Erros comuns de cálculo
- Confundir UI com mL. A seringa marca UI, não mL. Esquecer que 1 mL = 100 UI (e que 1 UI = 0,01 mL) leva a erros de 100× na massa medida.
- Esquecer a conversão mg → mcg. Trabalhar com a concentração em mg/mL e a massa-alvo em mcg sem converter (1 mg = 1000 mcg) produz resultados absurdos. Padronize tudo em mcg/mL antes de dividir.
- Assumir um único "volume correto" de diluente. O volume de diluente é uma escolha, não um dado fixo. Ele define a concentração e, portanto, onde cai a leitura na seringa. Em massas-alvo muito pequenas, um volume de diluente maior (solução mais diluída) dá leituras com mais traços e menor erro relativo.
- Usar a contagem de UI de um frasco em outro com concentração diferente. A leitura em UI só vale para a concentração para a qual foi calculada. Trocar o volume de diluente muda tudo — refaça a conta.
- Medir massas minúsculas em soluções muito concentradas. Tentar ler 1–2 UI numa solução altamente concentrada amplia o erro de leitura. Ajuste a concentração na reconstituição para que a leitura caia numa faixa confortável da seringa.
Aplicação ao exemplo recorrente
Reunindo tudo com o BPC-157 como caso: um frasco de 10 mg reconstituído com 2 mL de água bacteriostática resulta em 5 mg/mL (5000 mcg/mL). Para uma massa de 250 mcg descrita em modelos de pesquisa, o volume é 250 ÷ 5000 = 0,05 mL, que corresponde à marca de 5 UI na seringa U-100. Mudou o volume de diluente, mudou a leitura: o cálculo é sempre o mesmo, mas precisa ser refeito a cada nova preparação.

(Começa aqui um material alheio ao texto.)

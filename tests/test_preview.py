"""Policy preview: statistics against hand-worked examples and published definitions, the
percentile bootstrap's coverage, exact replay of served rows, determinism, the CLI and prompt
mode on the bundled model."""

from __future__ import annotations

import io
import json
import math
from pathlib import Path

import numpy as np
import pytest
from capture_rows import Request, served_shard, write_capture
from scipy import stats

from service.cli import main
from service.model import BUNDLED, Model
from service.preview.command import dump_json
from service.preview.page import render
from service.preview.progress import Progress, bar_line
from service.preview.replay import (
    PreviewError,
    generate,
    parse_sweep,
    preview_capture,
    preview_prompts,
    prompt_seed,
    read_prompts,
    replay_shard,
    request_runs,
)
from service.preview.stats import (
    Continuations,
    Rows,
    continuation_statistic,
    continuation_statistics,
    distinct,
    distinct_shares,
    paired_bootstrap,
    percentile_interval,
    repetition,
    row_statistics,
)
from service.prompting import PromptRun
from service.registry import load_registry
from service.shards import Shard, read_shard, write_shard

ROOT = Path(__file__).resolve().parents[1]
ARMS = [(("prompt-book", 3), "control"), (("prompt-book", 4), "candidate")]

# --- hand-worked examples ---------------------------------------------------------------------

# Three rows over V = 5, given as probabilities; the chain keeps the shortest prefix by
# probability whose mass reaches 0.8 (Holtzman et al. 2020):
#   A [.5, .2, .15, .1, .05]  cumulative .5 .7 .85      -> kept 3, kept mass .85
#   B [.9, .04, .03, .02, .01] cumulative .9            -> kept 1, kept mass .9
#   C [.3, .25, .2, .15, .1]  cumulative .3 .55 .75 .9  -> kept 4, kept mass .9
PROBS = [
    [0.5, 0.2, 0.15, 0.1, 0.05],
    [0.9, 0.04, 0.03, 0.02, 0.01],
    [0.3, 0.25, 0.2, 0.15, 0.1],
]
NUCLUS = "hand-nucleus"


def _entropy(p: list[float]) -> float:
    return -sum(x * math.log(x) for x in p if x > 0)


def _renormalised(p: list[float], k: int) -> list[float]:
    head = p[:k]
    return [x / sum(head) for x in head]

A reconstituição correta é o alicerce da reprodutibilidade: uma concentração conhecida, registrada e manipulada com técnica adequada é o que permite comparar resultados entre experimentos. Quando a aritmética estiver no caminho, a calculadora de reconstituição da Prime elimina a conta manual e o risco de erro de fator.
Research Use Only.
Referências
- United States Pharmacopeia (USP). Bacteriostatic Water for Injection / Sterile Water for Injection — monografias de água para fins farmacêuticos.
- Manning MC, Chou DK, Murphy BM, Payne RW, Katayama DS. Stability of protein pharmaceuticals: an update. Pharmaceutical Research. 2010;27(4):544-575.

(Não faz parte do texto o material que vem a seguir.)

"""Capture shards made the way the service serves rows: seeded synthetic logits (stored as
float16, so a replay sees exactly the logits that were sampled), each request's rows drawn by
the real sampler with the request's seed and streams 0, 1, ... (the rows of a ``/v1/pick``
batch, or the steps of a continuation)."""

from __future__ import annotations

from collections.abc import Sequence
from dataclasses import dataclass
from pathlib import Path

import numpy as np

from service.registry import RegistrySnapshot
from service.sampling import pick
from service.shards import DTYPES, SOURCE_CONTINUE, SOURCE_PICK, Shard, write_shard


@dataclass(frozen=True)
class Request:
    policy: tuple[str, int]
    arm: str
    seed: int
    logits: np.ndarray  # float16 [B, V]
    histories: list[list[int]]
    source: int


def synthetic_logits(rng: np.random.Generator, rows: int, vocab: int) -> np.ndarray:
    """Rows from sharp to flat: Gaussian logits with a per-row spread, so kept sizes vary."""
    spread = rng.uniform(0.5, 4.0, size=(rows, 1))
    return (rng.standard_normal((rows, vocab)) * spread).astype(np.float16)


def synthetic_traffic(
    rng: np.random.Generator,
    arms: Sequence[tuple[tuple[str, int], str]],
    requests: int,
    vocab: int,
) -> list[Request]:
    """Requests spread over ``arms`` in turn: pick batches of 1-3 rows and continuations of
    2-6 steps (a continuation's history grows by the step's own earlier tokens' stand-ins)."""
    out = []
    for r in range(requests):
        policy, arm = arms[r % len(arms)]
        continuation = r % 3 == 2
        n = int(rng.integers(2, 7) if continuation else rng.integers(1, 4))
        base = rng.integers(0, vocab, size=int(rng.integers(0, 6))).tolist()
        histories = [base + list(range(t)) for t in range(n)] if continuation else [base] * n
        out.append(
            Request(
                policy,
                arm,
                int(rng.integers(0, 2**53)),
                synthetic_logits(rng, n, vocab),
                histories,
                SOURCE_CONTINUE if continuation else SOURCE_PICK,
            )
        )
    return out


def served_shard(
    snapshot: RegistrySnapshot, client: str, traffic: Sequence[Request], vocab: int = 16
) -> Shard:
    """The shard the capture would hold for ``traffic``: each request served by its policy's
    chain with the real sampler (``vocab`` sizes an empty shard)."""
    columns: dict[str, list[object]] = {
        k: []
        for k in [
            "seed",
            "stream",
            "source",
            "request_id",
            "policy",
            "arm",
            "version",
            "token",
            "kept",
            "entropy",
            "kept_mass",
            "prob",
            "logprob",
            "fallback",
            "time",
        ]
    }
    histories: list[list[int]] = []
    for i, req in enumerate(traffic):
        rows = req.logits.astype(np.float32)
        out = pick(snapshot.chain(req.policy), rows, req.seed, req.histories, first_stream=0)
        for b in range(rows.shape[0]):
            columns["seed"].append(req.seed)
            columns["stream"].append(b)
            columns["source"].append(req.source)
            columns["request_id"].append(f"req-{i}")
            columns["policy"].append(req.policy[0])
            columns["arm"].append(req.arm)
            columns["version"].append(req.policy[1])
            columns["token"].append(int(out.tokens[b]))
            columns["kept"].append(int(out.kept[b]))
            columns["entropy"].append(float(out.entropy[b]))
            columns["kept_mass"].append(float(out.kept_mass[b]))
            columns["prob"].append(float(out.prob[b]))
            columns["logprob"].append(float(out.logprob[b]))
            columns["fallback"].append(out.fallback[b] or "")
            columns["time"].append(1_800_000_000.0 + i)
        histories += req.histories
    lengths = [len(h) for h in histories]
    arrays = {
        k: np.array(v, dtype=DTYPES[k]) if k in DTYPES else np.array(v, dtype=str)
        for k, v in columns.items()
    }
    return Shard(
        client=client,
        logits=np.concatenate([r.logits for r in traffic])
        if traffic
        else np.zeros((0, vocab), np.float16),
        history=np.array([t for h in histories for t in h], dtype=np.int32),
        history_offsets=np.concatenate(([0], np.cumsum(lengths))).astype(np.int64),
        **arrays,  # type: ignore[arg-type]
    )


def write_capture(
    folder: Path,
    snapshot: RegistrySnapshot,
    arms: Sequence[tuple[tuple[str, int], str]],
    *,
    shards: int = 2,
    requests: int = 40,
    vocab: int = 512,
    seed: int = 0,
) -> list[Path]:
    """``shards`` shard files of synthetic traffic under ``folder``; their paths."""
    rng = np.random.default_rng(seed)
    folder.mkdir(parents=True, exist_ok=True)
    paths = []
    for s in range(shards):
        traffic = synthetic_traffic(rng, arms, requests, vocab)
        path = folder / f"shard-{s:03d}.npz"
        write_shard(path, served_shard(snapshot, "prompt-book-app", traffic))
        paths.append(path)
    return paths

- Wang W. Lyophilization and development of solid protein pharmaceuticals. International Journal of Pharmaceutics. 2000;203(1-2):1-60.
- Frokjaer S, Otzen DE. Protein drug stability: a formulation challenge. Nature Reviews Drug Discovery. 2005;4(4):298-306.
- Carpenter JF, Pikal MJ, Chang BS, Randolph TW. Rational design of stable lyophilized protein formulations: some practical advice. Pharmaceutical Research. 1997;14(8):969-975.